About 1 to 2 percent of people with a stented artery develop a blood clot at the stent site. Blood clots can cause heart attacks, strokes, or other serious problems. The risk of blood clots is greatest during the first few months after the stent is placed in the artery. Your doctor will probably have you take blood-thinning or anticlotting medicines for at least a few months after having a stent procedure to prevent blood clots. Stents coated with medicine (drug-releasing stents), which are often used to keep clogged heart arteries open, may increase your risk for potentially dangerous blood clots. But an expert Food and Drug Administration panel found no conclusive evidence that these stents increase the chances of having a heart attack or dying, if used as recommended. Patients with drug-releasing stents are usually advised to take aspirin and an anticlotting drug, such as clopidogrel, for months to years to lower the risk of blood clots. Risks Related to Aortic Stents in the Abdomen Whenever an aneurysm in the abdomen region of the aorta is repaired with either surgery or with a fabric stent, few rare but serious complications can occur, including:

A burst artery (aneurysm rupture). Blocked blood flow to the stomach or lower body. Paralysis in the legs due to interruption of blood flow to the spinal cord. This is an especially rare complication.

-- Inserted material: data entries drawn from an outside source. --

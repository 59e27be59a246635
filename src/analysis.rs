//! Plan and compute: binds an analysis block to its data, checks the design,
//! and runs the statistics. The result is the one source of every number in
//! the report, the results file and the prose.

use crate::data::{DataError, Exclusion, Table, factor_response};
use crate::diag::Diagnostic;
use crate::doc::block::{AnovaSpec, Omnibus, Order};
use crate::doc::power::{EffectInput, PowerGoal, PowerSpec};
use crate::doc::{Block, Document};
use crate::stats::assumptions::{
    Center, ChiSquareTest, FTest, OUTLIER_THRESHOLD, ShapiroWilk, ShapiroWilkSkip, bartlett,
    levene, outliers, quartiles, shapiro_wilk, skewness_kurtosis,
};
use crate::stats::compare::{LevelMean, Method, Pair, pairwise};
use crate::stats::dist::t_isf;
use crate::stats::dunnett::{Sides, dunnett};
use crate::stats::effect::{EffectSizes, one_way_effects};
use crate::stats::effect::{one_way_power, one_way_sample_size};
use crate::stats::letters::{compact_letters, letter_count};
use crate::stats::oneway::{GroupSummary, OneWay, OneWayError, one_way, total_sum_of_squares};
use crate::stats::ranks::{KruskalWallis, dunn, kruskal_wallis};
use crate::stats::welch::{WelchAnova, games_howell, welch_anova};

/// Summary of one level of the factor.
#[derive(Debug, Clone, PartialEq)]
pub struct LevelResult {
    pub name: String,
    pub n: usize,
    pub mean: f64,
    /// Sample SD (n − 1 divisor); NaN for n = 1.
    pub sd: f64,
    /// Standard error of the mean: √(MSE/n) pooled, or s/√n under Welch.
    pub se: f64,
    /// Confidence interval for the mean: pooled MSE on ν error df, or the
    /// level's own SD under Welch (see `AnovaResult::ci_pooled`).
    pub ci_lower: f64,
    pub ci_upper: f64,
    pub median: f64,
    /// First and third quartiles (linear interpolation, "type 7").
    pub q1: f64,
    pub q3: f64,
}

/// One pairwise family with its letters.
#[derive(Debug, Clone, PartialEq)]
pub struct ComparisonResult {
    pub method: Method,
    pub alpha: f64,
    pub pairs: Vec<Pair>,
    /// Letters per level, in level order; empty for Dunnett (many-to-one).
    pub letters: Vec<String>,
    /// The t or q critical value behind the intervals.
    pub critical: f64,
    /// Dunnett's control level (index into the levels).
    pub control: Option<usize>,
    /// Dunnett's sidedness.
    pub sides: Sides,
    /// True when Fisher's protection withheld all declarations (F not significant).
    pub withheld: bool,
    /// Plain-language notes on the procedure (protection, interval choice).
    pub notes: Vec<String>,
}

/// Everything computed for one `anova` block.
#[derive(Debug, Clone, PartialEq)]
pub struct AnovaResult {
    pub method: Omnibus,
    pub checks: Checks,
    pub welch: Option<WelchAnova>,
    pub kruskal: Option<KruskalWallis>,
    pub effect: Option<EffectSizes>,
    /// True when SEs and intervals use the pooled MSE; false for per-level SDs.
    pub ci_pooled: bool,
    pub id: String,
    pub line: usize,
    pub data: String,
    pub response: String,
    pub factor: String,
    pub alpha: f64,
    pub n: usize,
    pub exclusions: Vec<Exclusion>,
    pub table: OneWay,
    /// Levels that entered the analysis, in design order.
    pub levels: Vec<LevelResult>,
    pub comparison: Option<ComparisonResult>,
    pub warnings: Vec<String>,
    /// Decimals for means, SDs, SEs, intervals and differences.
    pub decimals: u32,
    pub caption: Option<String>,
    pub order: Order,
    pub show: crate::doc::block::Show,
}

/// The result of any analysis block.
#[derive(Debug, Clone, PartialEq)]
pub enum BlockResult {
    Anova(Box<AnovaResult>),
    Power(PowerResult),
}

impl BlockResult {
    pub fn id(&self) -> &str {
        match self {
            BlockResult::Anova(r) => &r.id,
            BlockResult::Power(r) => &r.id,
        }
    }

    pub fn line(&self) -> usize {
        match self {
            BlockResult::Anova(r) => r.line,
            BlockResult::Power(r) => r.line,
        }
    }

    pub fn warnings(&self) -> &[String] {
        match self {
            BlockResult::Anova(r) => &r.warnings,
            BlockResult::Power(r) => &r.warnings,
        }
    }
}

/// A planned one-way experiment: the power at n per group, or the n for a power.
#[derive(Debug, Clone, PartialEq)]
pub struct PowerResult {
    pub id: String,
    pub line: usize,
    pub groups: usize,
    pub effect: EffectInput,
    pub cohens_f: f64,
    pub alpha: f64,
    /// The target power when solving for n.
    pub target: Option<f64>,
    /// n per group: the answer when solving for n, else the input.
    pub n_per_group: Option<usize>,
    /// Power at `n_per_group`.
    pub power: f64,
    /// Power over a range of n per group, for the table.
    pub curve: Vec<(usize, f64)>,
    pub caption: Option<String>,
    pub warnings: Vec<String>,
}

Another possible complication is the fabric stent moving further down the aorta. This sometimes happens years after the stent is first placed. Such stent movement may require a doctor to place another fabric stent in the area of the aneurysm. Key Points

A stent is a small mesh tube thats used to treat narrowed or weakened arteries in the body. A stent is usually placed in an artery after it has been widened with a procedure called angioplasty. Angioplasty and stents are often used to relieve chest pain and minimize damage to the heart due to narrowed or blocked heart arteries. They also are used in other arteries in the body to prevent loss of blood flow to the limbs, and to prevent weakened arteries from bursting. Stents are usually made of metal mesh, but sometimes theyre made of fabric. Fabric stents, also called stent grafts, are used in larger arteries. Stents can be placed in the carotid arteries or the aorta, and in leg, arm, or kidney arteries to prevent stroke or loss of a limb, or to relieve high blood pressure. Stents are used to repair aortic arteries that have bulges called aneurysms. To place a stent, your doctor makes a small opening in a blood vessel in your groin (upper thigh), arm, or neck. Through this opening, a flexible, plastic tube (catheter) with a collapsed balloon and stent on the end is threaded up to the area of the artery

that needs treatment. The balloon is then expanded, which widens the narrowed artery and pushes the stent into place.

The placement of a stent only takes a few hours. You may have to stay in the hospital for up to 3 days, depending on which artery was treated. You may feel some pain when the balloon is expanded to push a stent into place. To prevent blood clots, you will probably take blood-thinning medicines for at least a few months after having a stent placed. Vigorous exercise and heavy lifting should be avoided for a short time after a stent procedure. Your doctor will discuss with you when you can resume normal activities. Developing a blood clot at the stent site is the main risk of having a stent. Blood clots can cause heart attack, stroke, and other serious problems. This risk is greatest during the first few months after the stent is placed in the artery. Taking bloodthinning or anticlotting medicines can decrease the risk for a blood clot. There also are risks related to angioplasty and to the placement of the stent. Patients with drug-releasing stents are usually advised to take aspirin and an anticlotting drug, such as clopidogrel, for months to years to lower the risk of blood clots.